It’s 1:15, the sun is beaming and an alarm just sounded signaling the official start of practice. Coach Rhule calls the guys, who were stretching by position group, over to one large huddle at the center of the field. It gets eerily quiet for about a minute as they make their way over. Then Rhule yells for Coach Brady and Coach Snow to come to the center of the huddle. Loud and spontaneous “Whoa’s!” gets the attention of media onlookers. I run down to the opposite side of the field to try and get a glimpse of what’s going on, but Snow and Brady are engulfed in a sea of blue and white jerseys. I can’t see what’s going on, but I can hear.
Did Rhule just say he’s having defensive coordinator Phil Snow (age 65) participate in a push up competition against offensive coordinator Joe Brady (age 31)? That’s exactly what I heard.
Although I couldn’t see the action, the cheering from guys who line up on either side of the ball let me know the matchup was closer than I’d expected.

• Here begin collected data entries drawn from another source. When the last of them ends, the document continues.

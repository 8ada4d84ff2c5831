/* twinhorizon: linear stability of sonic horizon pairs in Bose-Einstein condensates
 * SPDX-License-Identifier: GPL-3.0-or-later
 *
 * From the rows of a table to its curves: which columns there are, logarithms and their errors, the
 * flux, whether the ends are uniform, and the note. Goes in: th_table_plan. Comes out: th_table.
 * May call: data, smooth, table, status.
 *
 * Symbols: J flux, e value of a curve at an end, s standard deviation.
 * To accept other columns: check_columns and th_table_make. Proved by tests/test_table_flow.c. */
#include <math.h>
#include <stdio.h>
#include <string.h>

#include "table.h"

/* A curve is fitted to log y, then to f + (y - e^f)/e^f, whose mean is f whatever the noise of y
 * and whose error does not go with it: one pass leaves half a per cent at 10 % noise, two 1e-4. */
enum { PASSES = 2 };
/* An end is uniform when the curve keeps this close to its mean there, relatively, or as close as
 * so many standard deviations of the curve: at 40 places of a table or so that are independent,
 * noise passes 5 in one of 50 000 tables. */
static const double uniform_share = 0.02, uniform_deviations = 5.0;
/* Places of an end that are looked at, and rows it needs for a mean. */
enum { PLACES = 64, ROWS_MIN = 3 };
/* The error of the mean flux is that of the means of so many stretches of rows: then a flux that
 * drifts along x counts, not only noise. */
enum { STRETCHES = 8 };

/* Share of the variance that error bars may leave out without a word. */
static const double told = 0.01;
/* Stated errors may be too small by this factor without a word: in 300 rows it differs from 1 by
 * 0.04 by chance. */
static const double told_factor = 1.1;
/* Relative noise below this is that of computed tables: rounding, or too few rows. */
static const double told_noise = 1e-6;
/* [flow] density and the table's own may differ by this, relatively: by the calibration of a
 * camera, not by a unit. */
static const double same_density = 0.1;

typedef struct {
    const th_table_plan *plan;
    th_table *table;
    int rows;
    double *x;     /* [rows] */
    double *value; /* [rows] of a column, signs taken off, in the order of x */
    double *error; /* [rows] or unused */
    double *y;     /* [rows] what is fitted */
    double *sigma; /* [rows] of y */
} reader;

static const char *curve_name(const th_table *t, int curve)
{
    return th_data_name(curve == TH_TABLE_SOUND ? TH_DATA_SOUND
                        : t->density            ? TH_DATA_DENSITY
                                                : TH_DATA_SPEED);
}

/* Columns against keys. */
static th_status check_columns(const th_table_plan *p, th_error *err)
{
    const bool speed = th_data_values(p->data, TH_DATA_SPEED) != NULL;
    const bool sound = th_data_values(p->data, TH_DATA_SOUND) != NULL;
    const bool density = th_data_values(p->data, TH_DATA_DENSITY) != NULL;

    if (!speed && !density)
        return th_fail_key(err, TH_EINVAL, "file",
                           "the table has neither a column speed nor a column density");
    if (!speed && !(p->flux > 0))
        return th_fail_key(err, TH_EINVAL, "flux",
                           "flux is missing, a table with a density and no speed needs it");
    if (speed && p->flux > 0)
        return th_fail_key(err, TH_EINVAL, "flux", "flux = %.15g, but the table has a speed",
                           p->flux);
    if (!sound && !(p->state.c_u > 0))
        return th_fail_key(err, TH_EINVAL, "sound_upstream",
                           "sound_upstream is missing, a table without a column sound needs it");
    if (sound && p->state.c_u > 0)
        return th_fail_key(err, TH_EINVAL, "sound_upstream",
                           "sound_upstream = %.15g, but the table has a column sound",
                           p->state.c_u);
    return TH_OK;
}

/* Place of row i of the flow in the table: a mirrored table is read backwards. */
static int row_at(const reader *r, int i)
{
    return r->table->mirrored ? r->rows - 1 - i : i;
}

/* A column and its error, by absolute value; false when it has no error. */
static bool load(const reader *r, th_data_column column, double *value, double *error)
{
    const double *from = th_data_values(r->plan->data, column);
    const double *wrong = th_data_values(r->plan->data, column + TH_DATA_ERROR);

    for (int i = 0; i < r->rows; i++) {
        value[i] = fabs(from[row_at(r, i)]);
        if (wrong != NULL)
            error[i] = wrong[row_at(r, i)];
    }
    return wrong != NULL;
}

/* Fit a curve to the logarithm of a column. */
static th_status fit(reader *r, int curve, th_data_column column, th_error *err)
{
    th_smooth *s = &r->table->fit[curve];
    const bool known = load(r, column, r->value, r->error);
    /* the first curve leaves half of the directions to the second, which takes what is left */
    const int most = curve + 1 < r->table->curves ? TH_TABLE_DIRECTIONS / 2 : TH_TABLE_DIRECTIONS;
    th_smooth_rows rows = {.rows = r->rows,
                           .x = r->x,
                           .y = r->y,
                           .sigma = known ? r->sigma : NULL,
                           .strength = r->plan->smoothing,
                           .directions_max = most - r->table->fit[0].directions * curve};
    th_error why = {0};

    for (int pass = 0; pass < PASSES; pass++) {
        th_status st;

        for (int i = 0; i < r->rows; i++) {
            double f = log(r->value[i]), power[TH_SPLINE_LOCAL];

            r->y[i] = f;
            if (pass > 0) {
                const int at = th_spline_find(s->intervals, s->knot, r->x[i]);

                th_spline_powers(s->intervals, s->knot, s->coef + at, at, r->x[i], power);
                f = power[0];
                r->y[i] = f + r->value[i] / exp(f) - 1;
            }
            r->sigma[i] = r->error[i] / exp(f);
        }
        th_smooth_clear(s);
        st = th_smooth_fit(&rows, r->plan->workspace, s, &why);
        if (st != TH_OK)
            return th_fail_key(err, st, r->plan->smoothing >= 0 ? "smoothing" : "file",
                               "column %s: %s", th_data_name(column), why.text);
    }
    return TH_OK;
}

/* J of rows with density and speed: the weighted mean of log n v, and how far rows are from it. */
static th_status find_flux(reader *r, th_error *err)
{
    th_table_flux *flux = &r->table->flux;
    double *const product = r->y, *const weight = r->sigma;
    double mean[STRETCHES], heavy[STRETCHES], sum = 0, total = 0;
    bool known = load(r, TH_DATA_DENSITY, r->value, r->error);

    for (int i = 0; i < r->rows; i++) {
        product[i] = log(r->value[i]);
        weight[i] = known ? r->error[i] * r->error[i] / (r->value[i] * r->value[i]) : 0;
    }
    known = load(r, TH_DATA_SPEED, r->value, r->error) && known;
    for (int i = 0; i < r->rows; i++) {
        product[i] += log(r->value[i]);
        weight[i] += known ? r->error[i] * r->error[i] / (r->value[i] * r->value[i]) : 1;
        weight[i] = known ? 1 / weight[i] : 1;
    }
    for (int b = 0, i = 0; b < STRETCHES; b++) {
        mean[b] = heavy[b] = 0;
        for (; i < (int)((long)r->rows * (b + 1) / STRETCHES); i++) {
            mean[b] += weight[i] * product[i];
            heavy[b] += weight[i];
        }
        sum += mean[b];
        total += heavy[b];
        mean[b] /= heavy[b];
    }
    flux->flux = exp(sum / total);
    for (int b = 0; b < STRETCHES; b++)
        flux->uncertainty += heavy[b] / total * pow(mean[b] - sum / total, 2) / (STRETCHES - 1);
    flux->uncertainty = sqrt(flux->uncertainty);
    for (int i = 0; i < r->rows; i++) {
        const double off = exp(product[i] - sum / total) - 1;

        flux->rms += off * off / r->rows;
        if (fabs(off) > fabs(flux->worst)) {
            flux->worst = off;
            flux->worst_at = r->x[i];
        }
    }
    flux->rms = sqrt(flux->rms);
    if (!isfinite(flux->flux) || !isfinite(flux->rms))
        return th_fail_key(err, TH_EINVAL, "file", "density times speed of the table overflows");
    return TH_OK;
}

/* Rows enough on the tapers, and curves that keep close to their means there. */
static th_status check_ends(const reader *r, th_error *err)
{
    const th_table *t = r->table;

    for (int curve = 0; curve < t->curves; curve++)
        for (int i = 0; i < 2 * (PLACES + 1); i++) {
            const bool right = i > PLACES;
            const double u = (double)(right ? i - PLACES - 1 : i) / PLACES * t->taper;
            const double x = right ? t->last - u : t->first + u;
            const th_smooth *s = &t->fit[curve];
            const int at = th_spline_find(s->intervals, s->knot, x);
            const double e = t->end[curve][right];
            double power[TH_SPLINE_LOCAL], off, allowed;

            th_spline_powers(s->intervals, s->knot, s->coef + at, at, x, power);
            off = expm1(power[0] - e);
            allowed = fmax(uniform_share, uniform_deviations * th_smooth_deviation(s, x));
            if (!(fabs(off) <= allowed))
                return th_fail_key(
                    err, TH_EINVAL, "file",
                    "%s is not uniform at the %s end: at x = %.6g it is %.3g %% %s its mean %.6g "
                    "over the taper, want within %.3g %%",
                    curve_name(t, curve), right ? "right" : "left", t->mirrored ? -x : x,
                    100 * fabs(off), off > 0 ? "above" : "below", exp(e), 100 * allowed);
        }
    return TH_OK;
}

static th_status check_taper(const reader *r, th_error *err)
{
    const th_table *t = r->table;
    int rows[2] = {0, 0};

    if (!(t->taper < (t->last - t->first) / 2))
        return th_fail_key(err, TH_EINVAL, "taper",
                           "taper = %.15g, want less than half the table's length %.15g", t->taper,
                           t->last - t->first);
    for (int i = 0; i < r->rows; i++) {
        rows[0] += r->x[i] <= t->first + t->taper;
        rows[1] += r->x[i] >= t->last - t->taper;
    }
    for (int end = 0; end < 2; end++)
        if (rows[end] < ROWS_MIN)
            return th_fail_key(err, TH_EINVAL, "taper",
                               "taper = %.15g holds %d rows at the %s end, want %d or more",
                               t->taper, rows[end], end == 0 ? "left" : "right", ROWS_MIN);
    return TH_OK;
}

/* The transverse equation of state needs the density itself, not only its ratio. */
static th_status check_density(const th_table *t, th_error *err)
{
    const double upstream = exp(t->end[TH_TABLE_MAIN][0]);

    if (t->density && t->state.a > 0 && !(fabs(upstream / t->state.n_u - 1) <= same_density))
        return th_fail_key(err, TH_EINVAL, "density",
                           "density = %.9g, but the table's is %.9g upstream", t->state.n_u,
                           upstream);
    return TH_OK;
}

/* The curves of a reader whose arrays are there. */
static th_status make(reader *r, th_error *err)
{
    const th_table_plan *p = r->plan;
    th_table *t = r->table;
    const double *x = th_data_values(p->data, TH_DATA_X);
    const double *speed = th_data_values(p->data, TH_DATA_SPEED);
    th_status st;

    t->mirrored = speed != NULL && speed[0] < 0;
    for (int i = 0; i < r->rows; i++)
        r->x[i] = t->mirrored ? -x[row_at(r, i)] : x[i];
    t->first = r->x[0];
    t->last = r->x[r->rows - 1];
    st = check_taper(r, err);
    if (st == TH_OK && t->density && speed != NULL)
        st = find_flux(r, err);
    else if (t->density)
        t->flux.flux = p->flux;
    if (st == TH_OK)
        st = fit(r, TH_TABLE_MAIN, t->density ? TH_DATA_DENSITY : TH_DATA_SPEED, err);
    if (st == TH_OK && t->curves > TH_TABLE_SOUND)
        st = fit(r, TH_TABLE_SOUND, TH_DATA_SOUND, err);
    if (st == TH_OK)
        st = th_table_cut(t, err);
    if (st == TH_OK)
        st = check_ends(r, err);
    return st == TH_OK ? check_density(t, err) : st;
}

th_status th_table_make(const th_table_plan *plan, th_table *out, th_error *err)
{
    reader r = {.plan = plan, .table = out, .rows = th_data_rows(plan->data)};
    const size_t rows = (size_t)r.rows;
    th_status st = check_columns(plan, err);

    *out = (th_table){.workspace = plan->workspace,
                      .density = th_data_values(plan->data, TH_DATA_DENSITY) != NULL,
                      .curves = th_data_values(plan->data, TH_DATA_SOUND) != NULL ? 2 : 1,
                      .state = plan->state,
                      .stretch = plan->stretch,
                      .taper = plan->taper};
    if (st != TH_OK)
        return st;
    r.x = th_take(plan->workspace, rows, sizeof *r.x);
    r.value = th_take(plan->workspace, rows, sizeof *r.value);
    r.error = th_take(plan->workspace, rows, sizeof *r.error);
    r.y = th_take(plan->workspace, rows, sizeof *r.y);
    r.sigma = th_take(plan->workspace, rows, sizeof *r.sigma);
    if (r.x == NULL || r.value == NULL || r.error == NULL || r.y == NULL || r.sigma == NULL)
        st = th_fail(err, TH_ENOMEM, "table: no memory for %d rows", r.rows);
    else
        st = make(&r, err);
    th_give(plan->workspace, r.x);
    th_give(plan->workspace, r.value);
    th_give(plan->workspace, r.error);
    th_give(plan->workspace, r.y);
    th_give(plan->workspace, r.sigma);
    if (st != TH_OK)
        th_table_clear(out);
    return st;
}

void th_table_note(const th_table *t, int rows, char *note, size_t size)
{
    const double length = t->last - t->first;
    th_flow_point end[2];
    size_t used = (size_t)snprintf(note, size, "%d rows", rows);

    for (int c = 0; c < t->curves && used < size; c++) {
        const th_smooth *s = &t->fit[c];

        used +=
            (size_t)snprintf(note + used, size - used,
                             "; %s: noise %.2g %%, %.3g degrees of freedom on %d intervals, "
                             "smoothing %.3g %% of the table's length%s",
                             curve_name(t, c), 100 * s->noise, s->freedom, s->intervals,
                             100 * s->strength / length, s->chosen ? " by cross-validation" : "");
        if (s->known && s->spread > told_factor * s->together && used < size)
            used += (size_t)snprintf(note + used, size - used, ", stated errors times %.3g",
                                     s->spread / s->together);
        if (s->together > 1 && s->noise > told_noise && used < size)
            used += (size_t)snprintf(note + used, size - used,
                                     ", neighbouring rows go together, so error bars times %.2g",
                                     s->together);
        if (s->dropped > told && used < size)
            used += (size_t)snprintf(
                note + used, size - used,
                ", in too many directions, so that error bars hold %.2g %% of its variance and are "
                "widened",
                100 * (1 - s->dropped));
    }
    if (t->flux.rms > 0 && used < size)
        used += (size_t)snprintf(
            note + used, size - used,
            "; density times speed varies by %.2g %% (rms), %.2g %% at most, %.3g %% down the "
            "table; its mean is uncertain by %.2g %%",
            100 * t->flux.rms, 100 * fabs(t->flux.worst),
            100 * (t->flux.worst_at - t->first) / length, 100 * t->flux.uncertainty);
    th_table_eval(t, -1, 0, &end[0]);
    th_table_eval(t, t->pieces, 0, &end[1]);
    if (used < size)
        used += (size_t)snprintf(note + used, size - used,
                                 "; uniform ends over tapers of %.3g %% of the length, v/c = %.4g "
                                 "and %.4g, density downstream %.4g of upstream%s",
                                 100 * t->taper / length, end[0].v / end[0].c, end[1].v / end[1].c,
                                 end[1].n / end[0].n,
                                 t->mirrored ? "; mirrored, since all speeds were < 0" : "");
}
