/* twinhorizon: linear stability of sonic horizon pairs in Bose-Einstein condensates
 * SPDX-License-Identifier: GPL-3.0-or-later
 *
 * Elements for a flow's fluctuations. In: a flow, an accuracy, a band of frequencies. Out: a
 * row of elements with the flow sampled on their nodes. Calls flow, dispersion, gll.
 * Symbols: p order, h length, k wave number, theta angle of the complex scaling, y distance
 * along the ray. A new kind of end is one more branch in add_end. Proof: tests/test_mesh.c. */
#include "mesh/mesh.h"

#include <float.h>
#include <gsl/gsl_math.h>
#include <stdlib.h>

#include "alloc.h"
#include "dispersion.h"

/* Outside elements grow by this factor: measured on step flows with p = 14, factors 2 and 3 both
 * leave 1e-13, a factor of 4 leaves 1e-11 at theta = 0.8. */
static const double growth_factor = 3.0;
/* An element may be this many times longer than the width of a feature or the distance to it.
 * This only keeps a narrow feature from slipping between nodes; the test of the Legendre
 * series decides. */
static const double feature_ratio = 3.0;
/* Decay wanted at the far end of the outside elements, in e-foldings: e^-36 is rounding. */
static const double efoldings = 36.0;
/* Absorbing layer: its onset spans this many radians of the static undulation, its full rate is
 * this multiple of omega_top, and waves then travel on for this many e-foldings. Measured on
 * single step horizons: an onset half as long leaves spurious growth of 9e-4, this one 1e-6. */
static const double onset_radians = 70.0;
static const double absorbing_rate = 4.0;
static const double absorbed = 10.0;

typedef struct {
    const th_flow *flow;
    const th_mesh_options *options;
    th_mesh *mesh;
    double reach_kh;    /* largest (wave number x length) of an element */
    double k_floor;     /* wave number that every element must resolve, whatever the flow */
    th_feature *source; /* [sources] where evanescent waves start */
    int sources;
    int room; /* capacity of mesh->element */
} builder;

/* Largest wave numbers at omega_top at a place: of all waves, and of those that travel. */
typedef struct {
    double all, travelling;
} wave_numbers;

static th_status push(builder *b, int piece, double left, double length, double complex stretch,
                      th_error *err)
{
    th_mesh *m = b->mesh;

    if (m->elements >= TH_MESH_ELEMENTS_MAX)
        return th_fail(err, TH_EUNDECIDED,
                       "mesh: more than %d elements are needed to resolve frequencies up to %g",
                       TH_MESH_ELEMENTS_MAX, b->options->omega_top);
    if (m->elements == b->room) {
        int room = b->room > 0 ? 2 * b->room : 64;
        th_element *grown = realloc(m->element, (size_t)room * sizeof *grown);

        if (grown == NULL)
            return th_fail(err, TH_ENOMEM, "mesh: %d elements", room);
        m->element = grown;
        b->room = room;
    }
    m->element[m->elements++] = (th_element){piece, left, length, stretch};
    return TH_OK;
}

static th_status waves(const builder *b, const th_flow_point *at, wave_numbers *k, th_error *err)
{
    double complex root[4];
    th_status st = th_dispersion_roots(b->options->omega_top, at->v, at->c, root, err);

    k->all = fmax(k->all, b->k_floor);
    k->travelling = fmax(k->travelling, b->k_floor);
    for (int i = 0; st == TH_OK && i < 4; i++) {
        k->all = fmax(k->all, cabs(root[i]));
        if (fabs(cimag(root[i])) < fabs(creal(root[i])))
            k->travelling = fmax(k->travelling, cabs(root[i]));
    }
    return st;
}

/* Does the flow jump or kink at an edge? An edge where it does neither starts no waves. */
static bool rough(const th_flow *flow, int piece, double edge)
{
    const double smooth = 1e-8; /* relative; a shape's tails end at rounding, far below this */
    const bool ring = th_flow_ends(flow).kind == TH_ENDS_RING;
    const int pieces = th_flow_pieces(flow);
    th_flow_point l, r;
    int edges;

    if (th_flow_ends(flow).kind == TH_ENDS_WALLS && (piece == 0 || piece == pieces))
        return true;
    if (ring && (piece == 0 || piece == pieces)) {
        const double *ends = th_flow_edges(flow, &edges);

        th_flow_eval(flow, pieces - 1, ends[edges - 1], &l);
        th_flow_eval(flow, 0, ends[0], &r);
    } else {
        th_flow_eval(flow, piece - 1, edge, &l);
        th_flow_eval(flow, piece, edge, &r);
    }
    return fabs(l.n - r.n) > smooth * l.n || fabs(l.c - r.c) > smooth * l.c ||
           fabs(l.dn - r.dn) > smooth * l.n * l.c || fabs(l.dc - r.dc) > smooth * l.c * l.c;
}
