/* twinhorizon: linear stability of sonic horizon pairs in Bose-Einstein condensates
 * SPDX-License-Identifier: GPL-3.0-or-later
 *
 * The discretisations that th_solve compares. Private to modes. Depends on mesh, operator. */
#ifndef TH_MODES_LEVEL_H
#define TH_MODES_LEVEL_H

#include "mesh/mesh.h"
#include "operator.h"
#include "twinhorizon/flow.h"

/* A mesh and its matrix. */
typedef struct {
    th_mesh *mesh;
    th_operator *op;
} th_level;

/* base: coarse, diagonalised densely for candidates. fine: has the accuracy asked for. check: finer
 * still, with other elements and another angle. Candidates are refined on the last two by
 * iteration; their disagreement measures the fine one. */
typedef enum { TH_LEVEL_BASE, TH_LEVEL_FINE, TH_LEVEL_CHECK } th_level_kind;

enum { TH_LEVELS = 3 };

/**
 * @param[in] accuracy   of th_solve_options
 * @param[in] omega_top  largest frequency to resolve, > 0
 * @param[in] omega_low  slowest mode to resolve on open ends, > 0
 * Errors as th_mesh_create and th_operator_create; on failure `out` is empty.
 */
TH_MUST_USE th_status th_level_create(const th_flow *flow, th_level_kind kind, double accuracy,
                                      double omega_top, double omega_low, th_level *out,
                                      th_error *err);

/** Release what a level holds. */
void th_level_clear(th_level *level);

/** Angle of the complex scaling of a level. */
double th_level_angle(th_level_kind kind);

#endif
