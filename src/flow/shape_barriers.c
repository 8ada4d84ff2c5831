/* twinhorizon: linear stability of sonic horizon pairs in Bose-Einstein condensates
 * SPDX-License-Identifier: GPL-3.0-or-later
 *
 * Shape barriers: the exact flow through two repulsive delta barriers gap apart. Goes in: values of
 * the keys. Comes out: a flow of three pieces. May call: soliton, status.
 *
 * In units of the upstream state (n = c = 1, v = m): the potential is 0 on both sides of a barrier,
 * so that the density n_d between them has the same flux and m^2/2 + 1 = m^2/(2 n^2) + n as the
 * upstream one. Besides n = 1 this has the root n_d = (m^2/4)(1 + q), q = sqrt(1 + 8/m^2), and
 * m^2 < n_d < m^{2/3}: supersonic for every m < 1. Outside, a grey soliton that has been cut off:
 * n = m^2 + (1 - m^2) T^2, T = tanh(sqrt(1 - m^2) s + a), s the distance from the barrier. n = n_d
 * at s = 0 asks for T0^2 = 2/(3 + q). T0 = tanh a > 0 lets n rise monotonically to 1: the kink of
 * sqrt n points down and the barrier is repulsive, Z delta(x) with
 *   2 Z = jump of (sqrt n)'/sqrt n, so that Z = (1 - m^2)^{3/2} T0 (1 - T0^2)/(2 n_d).
 * (T0 < 0 would make a dip before the kink and an attractive delta.) th_flow_potential gives the
 * regular part only, which is 0 everywhere. The horizons lie outside the barriers, n = m^{2/3}.
 *
 * Fluctuations need no condition at the barriers beyond the usual one, that eta, n eta', phi and
 * n phi' are continuous: psi = sqrt(n) e^{i theta} (1 + eta/2 + i phi) has the kink in sqrt(n), the
 * delta cancels with it, and neither n' nor V is left in the equations.
 *
 * Symbols: m Mach number, c_u upstream sound speed, kappa = sqrt(1 - m^2) c_u inverse soliton
 * width, a = atanh(T0). To add a shape see shapes.c. Proved by tests/test_barriers.c. */
#include "soliton.h"

#include <math.h>

enum { SOUND_UPSTREAM, MACH, GAP, KEYS };

static th_status build(const th_flow_setup *setup, th_flow **out, th_error *err)
{
    double m = setup->value[MACH], c_u = setup->value[SOUND_UPSTREAM];
    double kappa = sqrt((1 - m) * (1 + m)) * c_u;
    double q = sqrt(1 + 8 / (m * m)), a = atanh(sqrt(2 / (3 + q)));

    /* The zeros of n nearest to the barrier are at kappa s = -a +- i asin(m). */
    return th_soliton_flow(setup, c_u, m, setup->value[GAP], a, m * m * (1 + q) / 4,
                           hypot(a, asin(m)) / kappa, out, err);
}

const th_shape th_shape_barriers = {
    .name = "barriers",
    .doc = "exact flow through two repulsive delta barriers: a supersonic stretch between them, "
           "cut grey solitons outside",
    .keys = KEYS,
    .key = {[SOUND_UPSTREAM] = {.key = "sound_upstream",
                                .dimension = TH_DIM_SPEED,
                                .below = HUGE_VAL,
                                .fallback = 1,
                                .si_only = true,
                                .doc = "sound speed upstream; 1 in a reduced case"},
            [MACH] = {.key = "mach",
                      .dimension = TH_DIM_NUMBER,
                      .below = 1,
                      .doc = "upstream Mach number"},
            [GAP] = {.key = "gap",
                     .dimension = TH_DIM_LENGTH,
                     .below = HUGE_VAL,
                     .doc = "distance between the barriers"}},
    .build = build,
};
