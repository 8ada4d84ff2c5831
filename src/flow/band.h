/* twinhorizon: linear stability of sonic horizon pairs in Bose-Einstein condensates
 * SPDX-License-Identifier: GPL-3.0-or-later
 *
 * Symmetric band matrices of the spline fit, private to src/flow: row i holds the elements
 * (i, i - k), k = 0 .. TH_BAND - 1, at [i * TH_BAND + k]. Depends on nothing. Proved by
 * tests/test_smooth.c. */
#ifndef TH_FLOW_BAND_H
#define TH_FLOW_BAND_H

#include <stdbool.h>

enum { TH_BAND = 6 };

/** out = A x. */
void th_band_times(int n, const double *a, const double *x, double *out);

/** x' A y. */
double th_band_form(int n, const double *a, const double *x, const double *y);

/** A = L L', in place; false when A is not positive definite to rounding. */
bool th_band_factor(int n, double *a);

/** x = A^-1 x with the factor L. */
void th_band_solve(int n, const double *l, double *x);

/** The band of A^-1 from the factor L; "On computing certain elements of the inverse of a sparse
 * matrix", Commun. ACM 18, 177 (1975). */
void th_band_inverse(int n, const double *l, double *out);

/** Trace of A B, both symmetric and banded. */
double th_band_trace(int n, const double *a, const double *b);

#endif
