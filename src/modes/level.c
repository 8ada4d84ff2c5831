/* twinhorizon: linear stability of sonic horizon pairs in Bose-Einstein condensates
 * SPDX-License-Identifier: GPL-3.0-or-later
 *
 * Settings of the discretisations. In: a flow and the accuracy wanted. Out: mesh and matrix.
 * Calls mesh and operator. Proof: tests/test_modes.c. */
#include "modes/level.h"

#include <gsl/gsl_math.h>

typedef struct {
    int order;       /* different, so that no error is common to two levels */
    double share;    /* of the accuracy asked for */
    double coarsest; /* accuracy is not set below this */
    double reach;    /* of omega_low */
    double angle;    /* 0.3 .. 0.78; the rotated continua of fine and check differ by 0.15 rad */
    double layer;    /* onset of absorbing layers: different, so that their own modes disagree */
} setting;

/* Candidates need to be good enough to be told from their neighbours only; five digits are. The
 * fine level aims a thousand times below the accuracy asked for, the check level a hundred times
 * below that: their disagreement stays within what was asked for. */
static const setting settings[TH_LEVELS] = {
    [TH_LEVEL_BASE] = {12, 1.0, 1e-5, 1.0, 0.60, 1.0},
    [TH_LEVEL_FINE] = {14, 1e-3, 0.0, 1.0, 0.60, 1.0},
    [TH_LEVEL_CHECK] = {19, 1e-5, 0.0, 0.2, 0.45, 1.4},
};
static const double finest = 1e-15; /* mesh.h: no better than rounding */

double th_level_angle(th_level_kind kind)
{
    return settings[kind].angle;
}

th_status th_level_create(const th_flow *flow, th_level_kind kind, double accuracy,
                          double omega_top, double omega_low, th_level *out, th_error *err)
{
    const setting *s = &settings[kind];
    const th_mesh_options options = {.order = s->order,
                                     .accuracy =
                                         fmax(fmax(finest, s->coarsest), accuracy * s->share),
                                     .omega_top = omega_top,
                                     .omega_low = omega_low * s->reach,
                                     .angle = s->angle,
                                     .layer = s->layer};
    th_status st;

    *out = (th_level){NULL, NULL};
    st = th_mesh_create(flow, &options, &out->mesh, err);
    if (st == TH_OK)
        st = th_operator_create(out->mesh, &out->op, err);
    if (st != TH_OK)
        th_level_clear(out);
    return st;
}

void th_level_clear(th_level *level)
{
    th_operator_destroy(level->op);
    th_mesh_destroy(level->mesh);
    *level = (th_level){NULL, NULL};
}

“It just kinda started the other day as joke,” Rhule said when I asked him about the pre-practice bouts. “A couple of guys were saying ‘I’m faster than you.’ Big Frank, our defensive line coach, and Terrance Knighton kept running to the ball in practice – trying to get guys to run to the ball. There was a lot of debate on the staff about who’s faster, so I called them out before practice and said ‘Let’s settle it.’ I warned everybody to warm up and bring a pair of cleats, because I’m going to start calling guys out.”
That’s exactly what he did. Tuesday, several coaches competed in sprints before the Panthers’ last padded practice of the week and Wednesday the leaders of the defense and offense got in push-up position.
This is all a part of a top-to-bottom competitive culture that Matt Rhule and his staff have wanted to foster since taking the reigns in 2020.
“To me, we want to be a competitive team, let’s have everyone compete.”
I asked Rhule who came out on top. Out of respect he wouldn’t say for certain, but added at the end that the elder statesman won.
Competitive energy is something that flows through a team. It’s something that’s infectious. And when you have that energy; That strong desire to win, you’re never out of any ball game. While these coaching competitions are a good way to lighten the mood and add a little fun to the workday, it’s also a great way to foster the competitive energy needed to have productive practices that carry over to games. Rhule knows that this isn’t something that just has to come from his players, it’s an energy that needs to permeate through everyone on his staff.
Besides, who doesn’t like good trash talk and a competition to go along with it?